Predictive capability of slice-to-volume 3D black blood imaging-augmented 4D flow CMR for aortic coarctation in third-trimester fetuses (RF_FR_314)

Coarctation of the aorta (CoA) can be challenging to diagnose in utero with fetal echocardiography, even in expert hands. A prior fetal 4D flow cardiovascular MR (CMR) study found that decreased flow at the distal arch was associated with CoA¹. However, the spatial resolution of fetal 4D flow is limited as rapid scanning is needed to minimize fetal motion, making detection and flow quantification in small vessels, such as a hypoplastic arch, challenging. Slice-to-volume reconstruction for black blood (BB) imaging has been proposed to quickly capture small fetal vascular structures^2,3. Thus, this study aims to investigate the capability of a combination of BB and 4D flow (BB+4D) to detect CoA and to compare flow quantification performance versus conventional 4D flow CMR (4D-alone) for healthy and suspected CoA fetuses. We hypothesize that BB+4D better captures flow at the arch than 4D-alone.

Methods:

CMR data including 4D flow (Doppler ultrasound gated, gradient recalled echo) and multi-planar BB (T2-weighted single shot turbo spin echo) were prospectively acquired with IRB approval on a Philips 3T Ingenia for normal and suspected CoA fetuses. BB data were motion corrected and reconstructed in 3D using SVRTK². Post-processing for 4D flow was conducted using a custom MATLAB tool⁴, and flow was quantified by either BB+4D or 4D-alone: based on segmentation of the BB data or from a phase contrast MR angiography created from the 4D flow data alone. The main pulmonary artery, ductus arteriosus (ductus) and aorta were segmented using 3D Slicer, and BB segmentation was aligned to 4D flow using a rigid registration function in FLIRT⁵ (Fig. 1). Net flow at the ductus, distal arch, and descending aorta was quantified using both segmentations. Mass conservation (ductus+arch=descending aorta) was evaluated using orthogonal regression and Pearson correlation. Predictive capability of arch flow for postnatal CoA was evaluated using simple logistic regression and receiver-operating characteristic curve. P< 0.05 was considered statistically significant.

Results:

Thirteen normal and 14 suspected CoA fetuses were included (Table 1). Seven suspected CoA fetuses were confirmed as CoA postnatally (true positives). BB+4D-based net flow was lower than 4D-alone at the ductus and descending aorta (Fig. 2A). Regression models found mass conservation was better in 4D-alone (Fig. 2B). Logistic regression found the coefficient for arch flow was significant for BB+4D (-0.053; P=0.048), but not for 4D-alone (-0.035; P=0.06) although the area under the curve was not significantly different (P=0.51; Fig. 2C). Figure 2D shows a streamline visualization for two true positive case where 4D-alone was not able to detect the distal arch or an arch branch, leading to incorrect flow measurement locations.

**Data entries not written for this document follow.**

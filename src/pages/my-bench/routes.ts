/** The goldsmith's own pages, and everybody's own account. */
import type { RouteObject } from 'react-router-dom';

export const benchRoutes: RouteObject[] = [
  { path: 'bench', lazy: async () => ({ Component: (await import('./my-bench.tsx')).MyBench }) },
  { path: 'account', lazy: async () => ({ Component: (await import('./my-account.tsx')).MyAccount }) },
];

Conclusion: Although flow quantification performance was not comparable with 4D-alone, BB+4D shows potential to better capture arch flow for CoA cases and can be helpful in diagnosing CoA prenatally using 4D flow.

Fig. 1 Data analysis workflow. The aorta (red), pulmonary artery (PA), ductus arteriosus (ductus) and descending aorta (DAo) were segmented from black blood images and phase-contrast MR angiography (PCMRA). The black blood segmentation was aligned to 4D flow using a transformation matrix obtained by rigid registration of the PA-ductus-DAo part (blue). Net flow at the ductus arteriosus, distal arch, and descending aorta was quantified using 4D flow-based (4D-alone) and black blood-based (BB+4D) segmentation masks.

Fig. 2 Comparison between conventional 4D flow analysis (4D-alone) and a combination of black blood and 4D flow (BB-4D). (A) Net flow at the ductus arteriosus (ductus), distal arch, and descending aorta. (B) Orthogonal regression and Pearson correlation to evaluate mass conservation. The gray dashed lines indicate the lines of identity and black lines are the regression lines. (C) Receiver operating characteristic curves for distal arch flow. The gray dashed line indicates where the area under the curve (AUC) is 0.5. (D) Systolic streamlines of two true positive case. Flow measurement locations for the distal arch are shown by black rectangles and the features detected only by BB-4D are highlighted by red arrows. MPA, main pulmonary artery.